*** Opening of PROVIDED ENTRIES ***

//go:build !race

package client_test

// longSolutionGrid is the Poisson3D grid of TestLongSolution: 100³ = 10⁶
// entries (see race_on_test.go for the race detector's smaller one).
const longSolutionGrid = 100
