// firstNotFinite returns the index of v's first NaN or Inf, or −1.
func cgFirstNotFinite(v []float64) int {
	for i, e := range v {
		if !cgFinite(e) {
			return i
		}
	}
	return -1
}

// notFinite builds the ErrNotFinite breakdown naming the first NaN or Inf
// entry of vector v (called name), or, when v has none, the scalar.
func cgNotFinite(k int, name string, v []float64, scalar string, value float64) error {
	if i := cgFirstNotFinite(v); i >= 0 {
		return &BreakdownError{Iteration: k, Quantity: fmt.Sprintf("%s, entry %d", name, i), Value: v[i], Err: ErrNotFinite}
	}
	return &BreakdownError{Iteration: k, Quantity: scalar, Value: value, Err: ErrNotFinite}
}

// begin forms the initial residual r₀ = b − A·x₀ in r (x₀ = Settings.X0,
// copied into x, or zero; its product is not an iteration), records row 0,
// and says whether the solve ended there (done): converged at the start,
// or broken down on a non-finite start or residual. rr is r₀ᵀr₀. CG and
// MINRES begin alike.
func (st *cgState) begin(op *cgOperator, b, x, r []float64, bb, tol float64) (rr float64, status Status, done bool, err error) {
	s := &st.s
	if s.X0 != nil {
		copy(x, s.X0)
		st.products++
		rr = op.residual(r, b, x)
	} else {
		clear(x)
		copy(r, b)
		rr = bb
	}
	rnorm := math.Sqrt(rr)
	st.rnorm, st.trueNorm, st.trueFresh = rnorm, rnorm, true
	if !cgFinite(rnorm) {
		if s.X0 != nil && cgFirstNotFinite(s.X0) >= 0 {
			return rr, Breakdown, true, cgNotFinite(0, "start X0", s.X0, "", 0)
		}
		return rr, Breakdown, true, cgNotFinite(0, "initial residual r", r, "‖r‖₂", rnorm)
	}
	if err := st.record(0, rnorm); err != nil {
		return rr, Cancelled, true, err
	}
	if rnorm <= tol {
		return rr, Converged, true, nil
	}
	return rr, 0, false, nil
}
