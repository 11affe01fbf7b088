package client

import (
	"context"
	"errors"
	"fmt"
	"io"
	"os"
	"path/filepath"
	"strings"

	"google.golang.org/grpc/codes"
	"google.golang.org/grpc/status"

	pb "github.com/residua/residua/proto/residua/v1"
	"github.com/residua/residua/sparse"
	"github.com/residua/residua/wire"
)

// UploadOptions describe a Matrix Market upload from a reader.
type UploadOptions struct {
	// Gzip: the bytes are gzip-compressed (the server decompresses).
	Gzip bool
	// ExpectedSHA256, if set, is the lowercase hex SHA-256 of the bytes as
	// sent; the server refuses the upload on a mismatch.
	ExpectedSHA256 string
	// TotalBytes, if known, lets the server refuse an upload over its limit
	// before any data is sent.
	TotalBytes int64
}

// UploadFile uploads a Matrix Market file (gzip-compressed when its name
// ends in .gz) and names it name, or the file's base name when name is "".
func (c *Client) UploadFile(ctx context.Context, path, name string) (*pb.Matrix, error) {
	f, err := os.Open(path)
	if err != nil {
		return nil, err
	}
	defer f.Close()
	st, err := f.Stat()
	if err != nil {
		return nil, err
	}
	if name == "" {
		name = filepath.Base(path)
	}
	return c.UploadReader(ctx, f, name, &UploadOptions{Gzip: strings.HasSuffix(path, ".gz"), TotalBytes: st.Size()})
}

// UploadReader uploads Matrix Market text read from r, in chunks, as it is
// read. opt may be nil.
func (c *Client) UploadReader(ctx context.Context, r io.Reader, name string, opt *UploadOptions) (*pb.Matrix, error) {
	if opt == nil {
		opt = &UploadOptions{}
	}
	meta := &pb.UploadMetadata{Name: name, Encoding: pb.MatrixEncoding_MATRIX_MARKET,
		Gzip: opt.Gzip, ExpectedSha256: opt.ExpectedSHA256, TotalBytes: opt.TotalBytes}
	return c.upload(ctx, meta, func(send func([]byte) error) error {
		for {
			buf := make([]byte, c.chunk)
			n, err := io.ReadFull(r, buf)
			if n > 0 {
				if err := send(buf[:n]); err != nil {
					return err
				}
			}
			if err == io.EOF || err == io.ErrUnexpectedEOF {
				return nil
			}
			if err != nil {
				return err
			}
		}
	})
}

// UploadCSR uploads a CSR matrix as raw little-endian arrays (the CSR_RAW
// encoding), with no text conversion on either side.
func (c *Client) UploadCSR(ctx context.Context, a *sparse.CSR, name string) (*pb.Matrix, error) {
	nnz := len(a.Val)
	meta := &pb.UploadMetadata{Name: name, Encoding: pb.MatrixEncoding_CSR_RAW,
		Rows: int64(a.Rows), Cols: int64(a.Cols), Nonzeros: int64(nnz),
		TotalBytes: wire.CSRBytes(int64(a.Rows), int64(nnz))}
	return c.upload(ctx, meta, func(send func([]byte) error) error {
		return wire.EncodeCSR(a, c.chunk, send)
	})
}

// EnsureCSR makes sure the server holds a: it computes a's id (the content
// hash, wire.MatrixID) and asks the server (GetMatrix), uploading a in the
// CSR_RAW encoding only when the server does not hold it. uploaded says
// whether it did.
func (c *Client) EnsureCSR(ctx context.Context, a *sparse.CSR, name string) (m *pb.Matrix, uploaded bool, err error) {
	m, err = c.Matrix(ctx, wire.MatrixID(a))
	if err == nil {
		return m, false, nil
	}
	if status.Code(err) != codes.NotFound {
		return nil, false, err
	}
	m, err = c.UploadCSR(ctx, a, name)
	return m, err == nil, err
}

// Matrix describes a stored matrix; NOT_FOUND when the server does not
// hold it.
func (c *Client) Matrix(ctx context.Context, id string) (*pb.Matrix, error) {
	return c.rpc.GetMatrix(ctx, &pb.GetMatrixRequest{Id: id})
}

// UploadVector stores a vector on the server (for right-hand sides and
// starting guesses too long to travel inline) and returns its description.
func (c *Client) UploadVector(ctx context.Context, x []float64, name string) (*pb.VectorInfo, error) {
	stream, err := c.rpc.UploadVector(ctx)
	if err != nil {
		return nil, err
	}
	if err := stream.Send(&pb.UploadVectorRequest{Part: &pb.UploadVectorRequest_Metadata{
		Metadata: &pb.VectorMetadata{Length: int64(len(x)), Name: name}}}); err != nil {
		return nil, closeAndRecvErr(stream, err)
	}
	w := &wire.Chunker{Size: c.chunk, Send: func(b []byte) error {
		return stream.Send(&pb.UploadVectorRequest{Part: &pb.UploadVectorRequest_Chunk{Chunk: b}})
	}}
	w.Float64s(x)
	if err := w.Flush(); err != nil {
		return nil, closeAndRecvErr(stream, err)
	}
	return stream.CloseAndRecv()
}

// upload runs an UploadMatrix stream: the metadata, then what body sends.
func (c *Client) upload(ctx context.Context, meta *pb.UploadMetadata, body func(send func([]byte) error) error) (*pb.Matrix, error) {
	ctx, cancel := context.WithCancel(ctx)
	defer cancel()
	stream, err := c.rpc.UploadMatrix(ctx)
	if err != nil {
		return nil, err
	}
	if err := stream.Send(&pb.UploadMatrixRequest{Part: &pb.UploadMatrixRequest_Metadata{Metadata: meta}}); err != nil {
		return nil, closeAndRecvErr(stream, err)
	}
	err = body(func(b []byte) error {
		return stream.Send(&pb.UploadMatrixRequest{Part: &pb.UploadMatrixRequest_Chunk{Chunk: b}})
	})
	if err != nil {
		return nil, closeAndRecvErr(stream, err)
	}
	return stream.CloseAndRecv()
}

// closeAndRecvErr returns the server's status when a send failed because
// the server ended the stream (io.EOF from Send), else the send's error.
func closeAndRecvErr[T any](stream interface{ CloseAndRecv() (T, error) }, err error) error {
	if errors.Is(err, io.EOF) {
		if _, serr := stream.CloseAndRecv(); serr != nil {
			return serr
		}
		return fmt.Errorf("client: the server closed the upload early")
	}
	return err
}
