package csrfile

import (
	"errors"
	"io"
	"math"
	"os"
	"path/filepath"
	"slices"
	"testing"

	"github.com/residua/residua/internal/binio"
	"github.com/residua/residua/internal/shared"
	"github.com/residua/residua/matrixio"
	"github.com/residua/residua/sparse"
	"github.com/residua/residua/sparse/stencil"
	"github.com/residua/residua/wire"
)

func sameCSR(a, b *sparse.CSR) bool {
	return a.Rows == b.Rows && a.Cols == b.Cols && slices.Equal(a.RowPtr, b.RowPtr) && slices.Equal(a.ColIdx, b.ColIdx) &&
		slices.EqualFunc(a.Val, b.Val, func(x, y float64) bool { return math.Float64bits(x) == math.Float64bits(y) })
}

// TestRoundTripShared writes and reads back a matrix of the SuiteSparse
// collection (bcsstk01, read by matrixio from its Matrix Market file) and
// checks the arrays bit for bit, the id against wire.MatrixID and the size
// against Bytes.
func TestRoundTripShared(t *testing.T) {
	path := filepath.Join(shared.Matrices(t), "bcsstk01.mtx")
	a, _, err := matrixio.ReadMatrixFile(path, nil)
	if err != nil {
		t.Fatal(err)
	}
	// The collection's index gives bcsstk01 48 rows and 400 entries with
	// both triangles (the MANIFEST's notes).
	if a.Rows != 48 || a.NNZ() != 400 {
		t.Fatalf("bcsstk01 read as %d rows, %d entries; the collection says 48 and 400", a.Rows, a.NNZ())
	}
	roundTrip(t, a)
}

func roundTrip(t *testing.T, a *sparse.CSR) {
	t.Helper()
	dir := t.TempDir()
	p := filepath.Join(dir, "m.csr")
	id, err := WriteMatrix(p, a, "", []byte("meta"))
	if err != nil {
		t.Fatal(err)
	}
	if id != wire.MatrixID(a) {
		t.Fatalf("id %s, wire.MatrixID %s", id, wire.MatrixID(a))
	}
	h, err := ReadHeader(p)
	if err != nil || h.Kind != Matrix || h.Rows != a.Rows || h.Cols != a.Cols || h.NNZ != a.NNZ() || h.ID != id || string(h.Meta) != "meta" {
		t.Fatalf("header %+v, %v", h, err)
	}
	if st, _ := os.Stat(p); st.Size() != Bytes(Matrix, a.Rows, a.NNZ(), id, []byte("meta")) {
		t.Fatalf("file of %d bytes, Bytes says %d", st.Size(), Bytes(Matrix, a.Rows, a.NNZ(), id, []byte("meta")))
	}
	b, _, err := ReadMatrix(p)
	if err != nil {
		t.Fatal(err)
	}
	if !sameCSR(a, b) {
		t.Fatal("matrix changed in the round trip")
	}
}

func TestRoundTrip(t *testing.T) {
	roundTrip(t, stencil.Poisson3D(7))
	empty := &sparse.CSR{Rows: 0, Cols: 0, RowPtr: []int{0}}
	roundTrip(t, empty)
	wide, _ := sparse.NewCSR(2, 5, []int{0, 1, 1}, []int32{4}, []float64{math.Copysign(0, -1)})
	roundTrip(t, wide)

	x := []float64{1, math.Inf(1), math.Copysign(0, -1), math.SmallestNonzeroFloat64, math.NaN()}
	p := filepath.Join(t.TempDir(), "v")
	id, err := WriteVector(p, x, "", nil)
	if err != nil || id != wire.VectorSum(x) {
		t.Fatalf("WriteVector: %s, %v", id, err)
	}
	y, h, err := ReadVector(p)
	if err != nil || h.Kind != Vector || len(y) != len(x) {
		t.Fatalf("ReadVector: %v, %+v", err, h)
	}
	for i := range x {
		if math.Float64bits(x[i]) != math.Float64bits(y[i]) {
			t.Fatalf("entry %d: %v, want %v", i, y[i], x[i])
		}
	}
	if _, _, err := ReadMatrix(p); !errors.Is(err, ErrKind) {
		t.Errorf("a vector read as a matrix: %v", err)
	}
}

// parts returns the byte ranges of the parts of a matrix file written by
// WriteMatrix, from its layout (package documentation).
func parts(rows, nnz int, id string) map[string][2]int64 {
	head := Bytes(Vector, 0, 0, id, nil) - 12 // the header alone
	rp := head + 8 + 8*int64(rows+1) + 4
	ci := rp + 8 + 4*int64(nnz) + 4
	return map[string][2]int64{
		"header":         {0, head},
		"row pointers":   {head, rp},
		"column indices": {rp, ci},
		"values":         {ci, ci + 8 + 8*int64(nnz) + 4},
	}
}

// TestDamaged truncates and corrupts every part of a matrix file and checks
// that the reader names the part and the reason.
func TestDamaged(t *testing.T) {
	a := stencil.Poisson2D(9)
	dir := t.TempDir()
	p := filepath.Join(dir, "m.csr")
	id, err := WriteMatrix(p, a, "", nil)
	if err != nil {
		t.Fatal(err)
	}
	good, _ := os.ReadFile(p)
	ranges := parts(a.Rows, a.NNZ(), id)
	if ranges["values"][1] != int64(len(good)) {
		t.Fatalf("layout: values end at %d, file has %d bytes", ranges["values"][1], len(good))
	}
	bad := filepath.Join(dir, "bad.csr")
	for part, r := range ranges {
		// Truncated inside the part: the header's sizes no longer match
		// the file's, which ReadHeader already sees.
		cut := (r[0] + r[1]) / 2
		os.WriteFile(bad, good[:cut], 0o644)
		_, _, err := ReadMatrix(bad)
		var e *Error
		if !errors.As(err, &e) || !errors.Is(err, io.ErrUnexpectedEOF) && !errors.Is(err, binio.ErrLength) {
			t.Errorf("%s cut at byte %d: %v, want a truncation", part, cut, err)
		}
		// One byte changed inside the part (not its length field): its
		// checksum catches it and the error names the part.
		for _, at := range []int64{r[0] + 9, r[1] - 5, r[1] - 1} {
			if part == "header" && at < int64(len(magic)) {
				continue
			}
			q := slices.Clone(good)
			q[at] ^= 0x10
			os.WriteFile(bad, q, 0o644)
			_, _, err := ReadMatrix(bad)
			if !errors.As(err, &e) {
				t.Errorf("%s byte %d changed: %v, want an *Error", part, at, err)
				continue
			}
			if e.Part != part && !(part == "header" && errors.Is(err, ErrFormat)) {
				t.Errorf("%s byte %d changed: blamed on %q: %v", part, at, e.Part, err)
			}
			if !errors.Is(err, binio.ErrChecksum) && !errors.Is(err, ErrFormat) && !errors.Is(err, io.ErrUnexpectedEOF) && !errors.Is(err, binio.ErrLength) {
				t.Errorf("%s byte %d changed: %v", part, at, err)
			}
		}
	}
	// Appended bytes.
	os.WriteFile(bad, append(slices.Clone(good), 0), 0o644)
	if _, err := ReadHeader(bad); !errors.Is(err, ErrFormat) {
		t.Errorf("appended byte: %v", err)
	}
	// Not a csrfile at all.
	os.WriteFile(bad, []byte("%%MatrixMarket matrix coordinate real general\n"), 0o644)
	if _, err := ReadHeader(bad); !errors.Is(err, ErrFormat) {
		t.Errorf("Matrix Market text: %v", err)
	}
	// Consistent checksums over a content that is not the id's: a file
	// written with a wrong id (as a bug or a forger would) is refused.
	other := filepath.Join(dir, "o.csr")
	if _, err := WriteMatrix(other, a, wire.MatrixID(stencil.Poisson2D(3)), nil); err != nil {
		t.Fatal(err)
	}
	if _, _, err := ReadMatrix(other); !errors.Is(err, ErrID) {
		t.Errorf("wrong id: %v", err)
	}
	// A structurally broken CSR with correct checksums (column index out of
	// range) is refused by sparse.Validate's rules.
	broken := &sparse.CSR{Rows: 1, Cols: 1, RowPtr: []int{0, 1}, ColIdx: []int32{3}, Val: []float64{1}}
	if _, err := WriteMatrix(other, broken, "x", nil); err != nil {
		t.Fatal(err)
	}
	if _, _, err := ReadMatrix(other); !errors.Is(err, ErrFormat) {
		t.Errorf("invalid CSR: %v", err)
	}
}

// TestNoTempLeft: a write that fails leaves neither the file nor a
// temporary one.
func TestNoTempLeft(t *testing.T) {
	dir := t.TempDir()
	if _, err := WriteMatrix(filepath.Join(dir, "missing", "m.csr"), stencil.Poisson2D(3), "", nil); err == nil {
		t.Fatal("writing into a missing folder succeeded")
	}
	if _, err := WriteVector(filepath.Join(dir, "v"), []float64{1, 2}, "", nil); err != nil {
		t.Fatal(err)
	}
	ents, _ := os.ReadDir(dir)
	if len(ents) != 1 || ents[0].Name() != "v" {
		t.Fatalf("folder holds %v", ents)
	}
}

*** Close of PROVIDED ENTRIES ***

* **TASK DETAILS**
Pull out every line in the data above that has the word "from".

* **TASK RESULT**
// UploadOptions describe a Matrix Market upload from a reader.
// UploadReader uploads Matrix Market text read from r, in chunks, as it is
// the server ended the stream (io.EOF from Send), else the send's error.
// collection (bcsstk01, read by matrixio from its Matrix Market file) and
// WriteMatrix, from its layout (package documentation).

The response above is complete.